Abstract. Let $$\mathbb{P}=(P_t)_{t\ge 0}$$ be a sub-Markovian semigroup on $$L^2(m)$$, let $$\beta=(\beta_t)_{t\ge 0}$$ be a Bochner subordinator and let $$\mathbb{P}^{\beta}=(P_t^{\beta})_{t\ge 0}$$ be the subordinated semigroup of $$\mathbb{P}$$ by means of $$\beta$$, i.e. $$P^{\beta}_s:=\int_0^{\infty} P_r\,\beta_s(dr)$$. Let $$\varphi:=(\varphi_t)_{t\gt 0}$$ be a $$\mathbb{P}$$-exit law, i.e. $P_t\varphi_s= \varphi_{s+t}, \qquad s,t\gt 0$ and let $$\varphi^{\beta}_t:=\int_0^{\infty} \varphi_s\,\beta_t(ds)$$. Then $$\varphi^{\beta}:=(\varphi_t^{\beta})_{t\gt 0}$$ is a $$\mathbb{P}^{\beta}$$-exit law whenever it lies in $$L^2(m)$$. This paper is devoted to the converse problem when $$\beta$$ is without drift.
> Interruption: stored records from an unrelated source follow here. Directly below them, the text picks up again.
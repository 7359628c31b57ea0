import {
  bigint,
  customType,
  doublePrecision,
  index,
  integer,
  jsonb,
  pgEnum,
  pgTable,
  primaryKey,
  text,
  timestamp,
  uniqueIndex,
  uuid,
} from 'drizzle-orm/pg-core';
import { shops } from './shops';
import { users } from './users';
import { revisions } from './ve-tables';
import { vehicles } from './vehicles';

/** PostgreSQL bytea as a Node Buffer. */
export const bytea = customType<{ data: Buffer; driverData: Buffer }>({
  dataType: () => 'bytea',
});

/** Road drive or dyno session. */
export const logKindEnum = pgEnum('log_kind', ['road', 'dyno']);

/** Where a log is in its parsing. */
export const logStatusEnum = pgEnum('log_status', ['queued', 'parsing', 'ready', 'failed']);

/** An uploaded log: the file's facts, how it was mapped, and what parsing found. */
export const logs = pgTable(
  'logs',
  {
    id: uuid('id').primaryKey().defaultRandom(),
    shopId: uuid('shop_id')
      .notNull()
      .references(() => shops.id, { onDelete: 'cascade' }),
    vehicleId: uuid('vehicle_id')
      .notNull()
      .references(() => vehicles.id, { onDelete: 'cascade' }),
    fileName: text('file_name').notNull(),
    sizeBytes: bigint('size_bytes', { mode: 'number' }).notNull(),
    sha256: text('sha256').notNull(),
    kind: logKindEnum('kind').notNull(),
    /** The revision the ECU ran while the log was recorded. */
    ecuRevisionId: uuid('ecu_revision_id').references(() => revisions.id, { onDelete: 'set null' }),
    /** The column mapping used (the API's mapping shape). */
    mapping: jsonb('mapping').$type<Record<string, unknown>>().notNull(),
    status: logStatusEnum('status').notNull().default('queued'),
    /** 0–1 while parsing. */
    progress: doublePrecision('progress').notNull().default(0),
    /** Why parsing failed: `{ code, message, details? }`. */
    error: jsonb('error').$type<Record<string, unknown>>(),
    sampleCount: integer('sample_count'),
    durationS: doublePrecision('duration_s'),
    /** Per channel: min, max, mean, NaN count. */
    channelSummary: jsonb('channel_summary').$type<Record<string, unknown>>(),
    /** Rows read, kept and dropped, and the first problems with their row and column. */
    parseReport: jsonb('parse_report').$type<Record<string, unknown>>(),
    /** Where the compressed raw file is kept, relative to the data folder. */
    rawPath: text('raw_path').notNull(),
    uploadedBy: uuid('uploaded_by')
      .notNull()
      .references(() => users.id),
    createdAt: timestamp('created_at', { withTimezone: true }).notNull().defaultNow(),
    updatedAt: timestamp('updated_at', { withTimezone: true }).notNull().defaultNow(),
  },
  (table) => [
    uniqueIndex('logs_vehicle_sha256_key').on(table.vehicleId, table.sha256),
    index('logs_shop_idx').on(table.shopId),
  ],
);

/** A log row. */
export type LogRow = typeof logs.$inferSelect;
/** A log to insert. */
export type NewLogRow = typeof logs.$inferInsert;

/**
 * A log's parsed samples, one row per channel: the Float64 values, little-endian, compressed.
 * Written in the same transaction that marks the log ready, so a log never has half its channels.
 */
export const logChannels = pgTable(
  'log_channels',
  {
    logId: uuid('log_id')
      .notNull()
      .references(() => logs.id, { onDelete: 'cascade' }),
    channel: text('channel').notNull(),
    /** How `data` is encoded, e.g. `f64le+deflate`. */
    encoding: text('encoding').notNull(),
    sampleCount: integer('sample_count').notNull(),
    data: bytea('data').notNull(),
  },
  (table) => [primaryKey({ columns: [table.logId, table.channel] })],
);

/** A log channel row. */
export type LogChannelRow = typeof logChannels.$inferSelect;

/** A shop's saved column mappings, recognised again by the header they were made for. */
export const mappingPresets = pgTable(
  'mapping_presets',
  {
    id: uuid('id').primaryKey().defaultRandom(),
    shopId: uuid('shop_id')
      .notNull()
      .references(() => shops.id, { onDelete: 'cascade' }),
    name: text('name').notNull(),
    headerSignature: text('header_signature').notNull(),
    mapping: jsonb('mapping').$type<Record<string, unknown>>().notNull(),
    createdBy: uuid('created_by').references(() => users.id, { onDelete: 'set null' }),
    createdAt: timestamp('created_at', { withTimezone: true }).notNull().defaultNow(),
  },
  (table) => [
    uniqueIndex('mapping_presets_shop_signature_key').on(table.shopId, table.headerSignature),
  ],
);

/** A mapping preset row. */
export type MappingPresetRow = typeof mappingPresets.$inferSelect;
We prove that a $$\mathbb{P}^{\beta}$$-exit law $$\psi:=(\psi_t)_{t\gt 0}$$ is subordinated to a (unique) $$\mathbb{P}$$-exit law $$\varphi$$ (i.e. $$\psi=\varphi^{\beta}$$) if and only if $$(P_tu)_{t\gt 0}\subset D(A^{\beta})$$, where $$u=\int_0^{\infty} e^{-s} \psi_s ds$$ and $$A^{\beta}$$ is the $$L^2(m)$$-generator of $$\mathbb{P}^{\beta}$$.
Keywords: sub-Markovian semigroup, exit law, subordinator, Bernstein function, Bochner subordination.
Mathematics Subject Classification: 47A50, 47D03, 39B42.